The University of Navarre Hospital is set to become the first in Navarre to provide treatment enabling the elimination of allergic reactions to the basic foods of milk and eggs. In just under two months, in the case of eggs, and between three and four, in the case of milk, patients will be able to consume a glass of milk (200 ml) or one egg every day, thanks to a new treatment of gradual desensitisation. “The quality of life for these patients is substantially enhanced”, confirms Doctor María José Goikoetxea, specialist in the Department of Allergology and Immunology at the University of Navarre Hospital.
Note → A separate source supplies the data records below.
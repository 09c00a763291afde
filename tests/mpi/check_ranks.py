#!/usr/bin/env python3
"""Runs and sweeps across MPI ranks against the same run in one process.

    check_ranks.py TOCSIN SOURCE_DIR WORK_DIR identical run|sweep|resampled RANKS THREADS
    check_ranks.py TOCSIN SOURCE_DIR WORK_DIR fails setup|work RANKS

`identical`: the run in one process (one thread) and under `mpirun -np RANKS`
(THREADS threads per rank) must write the same files, byte for byte. The one
exception is run_record.json's "seconds" and "threads" lines: how long the run
took and the -j it was given, which differ between any two runs.

`fails`: with TOCSIN_TEST_RANK_FAILS (a test-only hook in cli/mpi_ranks.cpp)
rank 1 fails in its set-up or on its first work item; the run must exit
non-zero, print that rank's error on rank 0's stderr, and write nothing.
"""
import os
import shutil
import subprocess
import sys

tocsin, source, work, mode, what, ranks = sys.argv[1:7]
scenario = os.path.join(source, "scenarios", "demo.yaml")
# Small and quick: four replications of the demo's plans with both
# patient-level logs (items are whole replications), a 5 x 2 grid of the
# first plan over five replications (items are blocks of grid points), or six
# replications resampled from the invented log.
args = {
    "run": ["run", scenario, "-r", "4", "--notice-log", "--task-log"],
    "sweep": ["sweep", scenario, "--vary", "plan.rule.threshold=50:70:5", "--vary",
              "plan.rule.snooze_minutes=60,240", "-r", "5", "--max-burden", "0.5"],
    # A replayed log, resampled by days: rank 0 reads it and broadcasts it.
    "resampled": ["run", os.path.join(source, "scenarios", "fernhollow-resampled.yaml"), "-r", "6"],
}
env = dict(os.environ, OMPI_MCA_btl="self,vader", OMPI_MCA_btl_vader_single_copy_mechanism="none")
mpirun = ["mpirun", "--oversubscribe", "-np", ranks]
if os.geteuid() == 0:
    mpirun.insert(1, "--allow-run-as-root")


def fresh(path):
    shutil.rmtree(path, ignore_errors=True)
    return path


def run(command, extra_env=None):
    return subprocess.run(command, env=dict(env, **(extra_env or {})), capture_output=True, text=True, timeout=300)


def comparable(name, data):
    if name != "run_record.json":
        return data
    return b"".join(l for l in data.splitlines(True) if not l.lstrip().startswith((b'"seconds"', b'"threads"')))


def files(path):
    out = {}
    for root, _, names in os.walk(path):
        for n in names:
            full = os.path.join(root, n)
            with open(full, "rb") as f:
                out[os.path.relpath(full, path)] = comparable(n, f.read())
    return out


os.makedirs(work, exist_ok=True)
if mode == "identical":
    threads = sys.argv[7]
    one, many = fresh(os.path.join(work, "one")), fresh(os.path.join(work, "many"))
    single = run([tocsin] + args[what] + ["-j", "1", "--out", one])
    if single.returncode != 0:
        sys.exit("the run in one process failed:\n" + single.stderr)
    spread = run(mpirun + [tocsin] + args[what] + ["-j", threads, "--out", many])
    if spread.returncode != 0:
        sys.exit("the run on %s ranks failed:\n%s" % (ranks, spread.stderr))
    if "busy time per rank" not in spread.stderr:
        sys.exit("no per-rank busy time on rank 0's stderr:\n" + spread.stderr)
    # Every other rank must have done work, or the comparison proves nothing.
    for r in range(1, int(ranks)):
        line = next((l for l in spread.stderr.splitlines() if l.strip().startswith("rank %d:" % r)), "")
        if " 0 work items" in line or "work item" not in line:
            sys.exit("rank %d did no work item:\n%s" % (r, spread.stderr))
    a, b = files(one), files(many)
    if sorted(a) != sorted(b):
        sys.exit("different files: %s vs %s" % (sorted(set(a) - set(b)), sorted(set(b) - set(a))))
    differ = [n for n in sorted(a) if a[n] != b[n]]
    if differ:
        sys.exit("files differ between 1 process and %s ranks: %s" % (ranks, differ))
    print("%d files identical on %s ranks x %s threads and in one process" % (len(a), ranks, threads))
elif mode == "fails":
    out = fresh(os.path.join(work, "failed"))
    failed = run(mpirun + [tocsin] + args["run"] + ["-j", "1", "--out", out], {"TOCSIN_TEST_RANK_FAILS": "1:" + what})
    said = {"setup": "rank 1 of %s, while setting up: test hook" % ranks,
            "work": "rank 1 of %s, replication" % ranks}[what]
    if failed.returncode == 0:
        sys.exit("the run succeeded although rank 1 failed")
    if "tocsin: error: " + said not in failed.stderr:
        sys.exit("rank 1's error is not on rank 0's stderr:\n" + failed.stderr)
    if what == "work" and "out of memory" not in failed.stderr:
        sys.exit("the error does not say what rank 1 met:\n" + failed.stderr)
    if os.path.exists(out):
        sys.exit("a failed run wrote " + out)
    print("the failure of rank 1 (%s) failed the run on rank 0 and nothing was written" % what)
else:
    sys.exit("unknown mode " + mode)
It has to be taken into account that milk and eggs are not just basic foods, but are present in a wide range of cooked products, either as ingredients or in traces, and thus the quality of life of allergic patients is clearly affected. “In general, it is an allergy that about 80 % of children overcome spontaneously at three years of age. But there remains that 20 % who do not”, stressed Ms Goikoetxea.
The treatment, already applied in other hospitals in Spain, has been applied at the University of Navarre Hospital since the beginning of the current year, 2012 and the results could not have been more positive. “If we take a child or an adolescent, we can see that after the treatment they can eat cake in the morning, have a fried egg or a yoghourt for dinner, for example, and, moreover, they do not have to check the labels of all the products they consume. When they were patients they could not eat anything that had milk and eggs “, added Dr Goikoetxea.
Re-educating the cells
Treatment is easy and is fundamentally based on re-educating the cells how to react to innocuous foodstuffs such as, in this case, milk and eggs. This re-education is done by administering very small quantities of milk and eggs, tiny amounts at first, and the dose is increased progressively – these increases are always carried out at the hospital – so that the body assimilates these substances without reacting against them. And so on until the target dose is arrived at: a glass of milk (200 ml) or one egg. This process takes about two months in the case of the egg and between three and four in the case of milk.
The patients, once at the target stage, have to realise that the foodstuff which before was an illness has now become their cure but, for it to be effective, they have to take it almost every day. Doctor Goikoetxea explained, “this is the maintenance stage, i.e. the patient has to take a glass of milk daily and three eggs a week because if we eliminate the stimulus of these foods, we could lose the tolerance again”. Known as food desensitisation, induction to oral tolerance, or immunotherapy with food, this treatment involves manipulating and correcting the organism’s defences, making them sleep and thus act with normality in innocuous situations such as eating an egg or drinking milk.
As can be seen, it is a treatment that does not use pharmaceutical drugs, or at least not directly, in order to achieve a cure for the patient. Pharmaceutical drugs are only used to treat symptomatically any adverse reactions that the milk or eggs may produce during the course of the treatment. “This is why the increases in the dosage has to be carried out under strict medical supervision in the hospital itself”, stated Ms Goikoetxea.